About six years ago I read a short story by a writer I had never yet heard of, Katherine Mansfield, "Miss Brill". I was so taken by this story and the persona of Katherine Mansfield, it was about this time I first began to explore the short story genre, overcoming decades of a very mistaken aversion to the form, and I discovered she was considered one of the greatest short story writers of all time. I decided to read all of her short stories and post on them. I began to read biographies on Mansfield, by far the best being Katherine Mansfield The Story Teller by Kathleen Jones. It was through these posts that readers from all over the world first were drawn to my blog.

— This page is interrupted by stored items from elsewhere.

export class UnitaryEigenphases {
  readonly n: number;
  /**
   * The eigenvalues of the last solve, interleaved (re, im), in the order of the phases. Their
   * moduli tell how far from unitary the input was.
   */
  readonly eigenvalues: Float64Array;
  private readonly a: Float64Array;
  /** The Schur vectors, made on the first solve that asks for them (an eigenvalue-only solve needs none). */
  private q: Float64Array = new Float64Array(0);
  private readonly u: Float64Array;
  /**
   * The SIMD kernels (src/linalg/simd.ts) and the byte offsets of u, of s and s2 (the dots) and of the
   * deferred column rotations (rot, a view at rotAt) in their memory.
   */
  private readonly simd: EigenphaseKernels;
  private readonly uAt: number;
  private readonly sAt: number;
  private readonly s2At: number;
  /** The two dot vectors (at sAt and s2At). */
  private readonly dots: Float64Array;
  private readonly rotAt: number;
  private readonly rot: Float64Array;
  private readonly raw: Float64Array;
  private readonly rawPhase: Float64Array;
  private readonly order: Int32Array;

  constructor(n: number) {
    if (!Number.isInteger(n) || n < 1) throw new RangeError(`eigenphase solver size must be a positive integer. Value: ${n}`);
    this.n = n;
    this.eigenvalues = new Float64Array(2 * n);
    // a (at byte 0), u and s live in the memory of the SIMD kernels (ours during a call).
    this.uAt = 16 * n * n;
    this.sAt = this.uAt + 16 * n;
    this.s2At = this.sAt + 16 * n;
    this.rotAt = this.s2At + 16 * n;
    const { kernels, memory } = eigenphaseWorkspace(this.rotAt + 48 * DEFER);
    this.rot = new Float64Array(memory, this.rotAt, 6 * DEFER);
    this.dots = new Float64Array(memory, this.sAt, 4 * n);
    this.simd = kernels;
    this.a = new Float64Array(memory, 0, 2 * n * n);
    this.u = new Float64Array(memory, this.uAt, 2 * n);
    this.raw = new Float64Array(2 * n);
    this.rawPhase = new Float64Array(n);
    this.order = new Int32Array(n);
  }

  /**
   * Phases of the eigenvalues of the (unitary) matrix `w` into `phases`, ascending in (-pi, pi]
   * (a phase within 64 eps of -pi is reported as +pi);
   * with `vecs`, the matching orthonormal eigenvectors into its columns (for a matrix that is not
   * normal these are its Schur vectors, not eigenvectors). `w` is not modified.
   * Returns `phases`.
   */
  solve(w: CMatrix, phases: Float64Array, vecs?: CMatrix): Float64Array {
    return this.solveAt(w, 0, phases, 0, vecs ?? null, 0);
  }

  /** `solve` on matrices at offsets (in doubles) inside larger arrays. */
  solveAt(w: CMatrix, wOffset: number, phases: Float64Array, phasesOffset: number, vecs: CMatrix | null, vecsOffset = 0): Float64Array {
    const n = this.n;
    checkArray('w', w, wOffset, 2 * n * n);
    checkArray('phases', phases, phasesOffset, n);
    if (vecs !== null) checkArray('vecs', vecs, vecsOffset, 2 * n * n);
    const a = this.a;
    let norm2 = 0;
    for (let j = 0; j < 2 * n * n; j++) {
      const x = w[wOffset + j];
      a[j] = x;
      norm2 += x * x;
    }
    if (!Number.isFinite(norm2)) {
      for (let j = 0; j < 2 * n * n; j++) {
        if (!Number.isFinite(w[wOffset + j])) {
          const e = j >> 1;
          throw new RangeError(`eigenphases: w[${Math.floor(e / n)}][${e % n}] is not finite. Value: ${w[wOffset + j]}`);
        }
      }
      throw new RangeError('eigenphases: w is too large (its norm overflows)');
    }
    const wantVectors = vecs !== null;
    if (wantVectors) {
      if (this.q.length === 0) this.q = new Float64Array(2 * n * n);
      else this.q.fill(0);
      for (let i = 0; i < n; i++) this.q[2 * (i * n + i)] = 1;
    }
    this.hessenberg(wantVectors);
    this.schur(wantVectors, EPS * Math.sqrt(norm2));
    const raw = this.raw;
    const rawPhase = this.rawPhase;
    const order = this.order;
    for (let i = 0; i < n; i++) {
      const re = a[2 * (i * n + i)];
      const im = a[2 * (i * n + i) + 1];
      raw[2 * i] = re;
      raw[2 * i + 1] = im;
      let phi = Math.atan2(im, re);
      // Rounding puts an eigenvalue at -1 on either side of the cut; report it at +pi, so that
      // a degenerate pair there stays together at the end of the list.
      if (phi <= BRANCH_CUT) phi = Math.PI;
      rawPhase[i] = phi;
      let j = i - 1;
      while (j >= 0 && rawPhase[order[j]] > phi) {
        order[j + 1] = order[j];
        j--;
      }
      order[j + 1] = i;
    }
    for (let c = 0; c < n; c++) {
      const src = order[c];
      phases[phasesOffset + c] = rawPhase[src];
      this.eigenvalues[2 * c] = raw[2 * src];
      this.eigenvalues[2 * c + 1] = raw[2 * src + 1];
    }
    if (vecs !== null) {
      const q = this.q;
      for (let c = 0; c < n; c++) {
        const src = order[c];
        for (let i = 0; i < n; i++) {
          vecs[vecsOffset + 2 * (i * n + c)] = q[2 * (i * n + src)];
          vecs[vecsOffset + 2 * (i * n + c) + 1] = q[2 * (i * n + src) + 1];
        }
      }
    }
    return phases;
  }

  /** A <- P A P column by column (P = I - beta u u^dagger Householder), Q <- Q P. */
  private hessenberg(wantVectors: boolean): void {
    const n = this.n;
    const a = this.a;
    const u = this.u;
    // s: the left dots of the current reflector; sNext: those of the next, formed (but for the
    // correction of their first row) in the current pass over the matrix.
    let sAt = this.sAt, sNext = this.s2At;
    let ready = false;
    for (let k = 0; k < n - 2; k++) {
      let tail = 0;
      for (let i = k + 2; i < n; i++) {
        const xr = a[2 * (i * n + k)];
        const xi = a[2 * (i * n + k) + 1];
        tail += xr * xr + xi * xi;
      }
      if (tail === 0) {
        ready = false;
        continue;
      }
      const x0r = a[2 * ((k + 1) * n + k)];
      const x0i = a[2 * ((k + 1) * n + k) + 1];
      const ax0 = Math.sqrt(x0r * x0r + x0i * x0i);
      const sigma = Math.sqrt(ax0 * ax0 + tail);
      const cr = ax0 === 0 ? 1 : x0r / ax0;
      const ci = ax0 === 0 ? 0 : x0i / ax0;
      const beta = 1 / (sigma * (sigma + ax0));
      u[2 * (k + 1)] = cr * (ax0 + sigma);
      u[2 * (k + 1) + 1] = ci * (ax0 + sigma);
      for (let i = k + 2; i < n; i++) {
        u[2 * i] = a[2 * (i * n + k)];
        u[2 * i + 1] = a[2 * (i * n + k) + 1];
      }
      // s_j = sum_i conj(u_i) A_ij over rows and columns k+1.. (column k becomes alpha e1): from
      // the previous pass, which summed with u_{k+1} = x_{k+1}, plus the difference on row k+1.
      const k1 = k + 1;
      if (ready) {
        const s = this.dots, s0 = (sAt - this.sAt) / 8;
        const dr = u[2 * k1] - x0r, di = u[2 * k1 + 1] - x0i;
        for (let j = k1; j < n; j++) {
          const yr = a[2 * (k1 * n + j)], yi = a[2 * (k1 * n + j) + 1];
          s[s0 + 2 * j] += dr * yr + di * yi;
          s[s0 + 2 * j + 1] += dr * yi - di * yr;
        }
      } else {
        this.simd.columnDots(16 * (k1 * n + k1), 16 * n, this.uAt + 16 * k1, sAt + 16 * k1, n - k1);
      }
      // A <- P A P on columns k+1.. (left on rows k+1.., right on every row), one pass (SIMD),
      // with the next reflector's dots when there is a next one.
      ready = k + 1 < n - 2;
      if (ready) {
        this.simd.similarityDots(0, 16 * n, this.uAt, sAt, n, k1, beta, sNext);
        [sAt, sNext] = [sNext, sAt];
      } else {
        this.simd.similarityRows(0, 16 * n, this.uAt, sAt, n, k1, beta);
      }
      a[2 * ((k + 1) * n + k)] = -cr * sigma;
      a[2 * ((k + 1) * n + k) + 1] = -ci * sigma;
      for (let i = k + 2; i < n; i++) a[2 * (i * n + k)] = a[2 * (i * n + k) + 1] = 0;
      if (wantVectors) applyRight(n, this.q, u, k + 1, beta);
    }
  }

  /** Complex single-shift QR on the Hessenberg matrix in `a` until it is upper triangular. */
  private schur(wantVectors: boolean, small: number): void {
    const n = this.n;
    const a = this.a;
    const q = this.q;
    const rot = this.rot;
    const identity = (t: number) => {
      rot[6 * t] = rot[6 * t + 1] = 1;
      rot[6 * t + 2] = rot[6 * t + 3] = rot[6 * t + 4] = rot[6 * t + 5] = 0;
    };
    let hi = n - 1;
    let iter = 0;
    while (hi > 0) {
      let l = hi;
      while (l > 0) {
        const sr = a[2 * (l * n + l - 1)];
        const si = a[2 * (l * n + l - 1) + 1];
        if (Math.abs(sr) + Math.abs(si) <= small) {
          a[2 * (l * n + l - 1)] = a[2 * (l * n + l - 1) + 1] = 0;
          break;
        }
        l--;
      }
      if (l === hi) {
        hi--;
        iter = 0;
        continue;
      }
      if (++iter > 100) throw new RangeError(`eigenphases: the QR iteration did not converge (n = ${this.n}); is w finite?`);
      // Shift: the eigenvalue of the trailing 2x2 block nearer its last diagonal entry (Wilkinson),
      // or an ad hoc one every 10 iterations (a plain shift stalls on, e.g., cyclic permutations).
      const t = 2 * ((hi - 1) * n + hi - 1);
      const ar = a[t], ai = a[t + 1];
      const br = a[t + 2], bi = a[t + 3];
      const cr = a[t + 2 * n], ci = a[t + 2 * n + 1];
      const dr = a[t + 2 * n + 2], di = a[t + 2 * n + 3];
      let mr: number;
      let mi: number;
      if (iter % 10 === 0) {
        mr = dr + 0.75 * Math.abs(cr) + 0.4375 * Math.abs(ci);
        mi = di + 0.4375 * Math.abs(cr) - 0.75 * Math.abs(ci);
      } else {
        // mu = d - bc / (delta + sqrt(delta^2 + bc)), delta = (a - d)/2, root taken so |denominator| is largest.
        const er = 0.5 * (ar - dr), ei = 0.5 * (ai - di);
        const pr = br * cr - bi * ci, pi = br * ci + bi * cr;
        const zr = er * er - ei * ei + pr, zi = 2 * er * ei + pi;
        const mod = Math.hypot(zr, zi);
        let sqr = 0;
        let sqi = 0;
        if (mod !== 0) {
          if (zr >= 0) {
            sqr = Math.sqrt(0.5 * (mod + zr));
            sqi = zi / (2 * sqr);
          } else {
            sqi = Math.sqrt(0.5 * (mod - zr));
            if (zi < 0) sqi = -sqi;
            sqr = zi / (2 * sqi);
          }
        }
        if (er * sqr + ei * sqi < 0) {
          sqr = -sqr;
          sqi = -sqi;
        }
        const denr = er + sqr, deni = ei + sqi;
        const den2 = denr * denr + deni * deni;
        if (den2 === 0) {
          mr = dr;
          mi = di;
        } else {
          mr = dr - (pr * denr + pi * deni) / den2;
          mi = di - (pi * denr - pr * deni) / den2;
        }
      }
      // Implicit QR sweep over the active block [l, hi]: chase the bulge with Givens rotations.
      // A column rotation at step k reaches rows l..k+2; the rows above k0 (which no row
      // rotation of steps k0.. touches) get those of DEFER steps at once, row by row, instead of
      // one strided pass per step (a skipped step is recorded as the identity).
      let k0 = l;
      for (let t = 0; t < DEFER; t++) identity(t);
      const flush = (from: number): void => {
        const steps = Math.min(DEFER, hi - from);
        if (from > l) this.simd.rotateRows(16 * (l * n + from), 16 * n, from - l, this.rotAt, steps);
        for (let t = 0; t < steps; t++) identity(t);
      };
      let fr = a[2 * (l * n + l)] - mr;
      let fi = a[2 * (l * n + l) + 1] - mi;
      let gr = a[2 * ((l + 1) * n + l)];
      let gi = a[2 * ((l + 1) * n + l) + 1];
      for (let k = l; k < hi; k++) {
        if (k - k0 === DEFER) {
          flush(k0);
          k0 = k;
        }
        if (k > l) {
          fr = a[2 * (k * n + k - 1)];
          fi = a[2 * (k * n + k - 1) + 1];
          gr = a[2 * ((k + 1) * n + k - 1)];
          gi = a[2 * ((k + 1) * n + k - 1) + 1];
        }
        // G = [[c, s], [-conj(s), c]] with G (f, g) = (r, 0), c real.
        const fa = modulus(fr, fi);
        const ga = modulus(gr, gi);
        if (ga === 0) continue;
        let c: number;
        let sr: number;
        let si: number;
        if (fa === 0) {
          c = 0;
          sr = gr / ga;
          si = -gi / ga;
        } else {
          const nrm = modulus(fa, ga);
          c = fa / nrm;
          const pr = fr / fa, pi = fi / fa;
          sr = (pr * gr + pi * gi) / nrm;
          si = (pi * gr - pr * gi) / nrm;
        }
        const j0 = k > l ? k - 1 : l;
        const rk = 2 * k * n;
        const rk1 = rk + 2 * n;
        this.simd.rotatePair(8 * (rk + 2 * j0), 8 * (rk1 + 2 * j0), hi - j0 + 1, c, sr, si);
        if (k > l) a[rk1 + 2 * (k - 1)] = a[rk1 + 2 * (k - 1) + 1] = 0;
        const t = 6 * (k - k0);
        rot[t] = rot[t + 1] = c;
        rot[t + 2] = rot[t + 3] = sr;
        rot[t + 4] = si;
        rot[t + 5] = -si;
        // Now on rows k0..k+2 (those above wait for the flush): one rotation, rows stride apart.
        const i0 = Math.max(l, k0), iEnd = Math.min(k + 2, hi);
        this.simd.rotateRows(16 * (i0 * n + k), 16 * n, iEnd - i0 + 1, this.rotAt + 8 * t, 1);
        if (wantVectors) rotateColumns(n, q, k, 0, n - 1, c, sr, si);
      }
      flush(k0);
    }
  }
}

As of this moment in time I am kind of mentally drained so I will just post briefly some thoughts I have about The Journal of Katherine Mansfield. Firstly it is not exactly a journal or hardly much a journal kept by Mansfield. It is a work put together by her husband John Middleton Murry shortly after her way to early death at thirty four. It includes notebook entries, letters she wrote, and fragments of stories. It covers the period 1914 to 1922. Parts of this work are at least the equal of her published stories. All writers will savor her accounts of the creative process. As I read the journal as the end approaches I kept wondering does she know she will soon die, of tuberculosis, called then consumption. She talks about her medical treatment and at times seems very optimistic and times very down. She desperately wanted to write so much more. One of the most poignant parts of the journals were her lists of short story titles she never was able to write.
Mansfield had a proclivity for "guru" like men, various occult groups like The Order of the Golden Dawn have a much larger influence in the literature of the period than is regularly acknowledged, in my opinion. The question on Middleton as to whether he was an exploiter, a user remains unanswered in the published journal. Lee says Murry removed anything degrogatory about himself from the work as well as most mentions of D.H. and Frieda Lawrence.
There is great wisdom and beauty in this book. It nearly broke my heart when I learned that the very last book Iréne Némirovsky read before being put on a train to Aucshwitz was The Journal of Katherine Mansfield. I don't know if she took it with her or not.
I feel great pain in this work, a longing for a home she never really had, somewhere she could truly feel she belonged. She is always traveling, often on a train, a spectral mode of travel. She finds fleeting happiness in natural beauty, in the stories of Chekhov, in cafes in Paris but she was a profoundly sad person, living through the charnel house of World War One and the loss of her beloved brother added to her pain.
Mel u
2 comments:
Katherine Mansfield is just one many early authors I still need to read.
Very interesting post, Mel. One of my favorite short stories of all-time is by Katherine Mansfield, The Garden Party.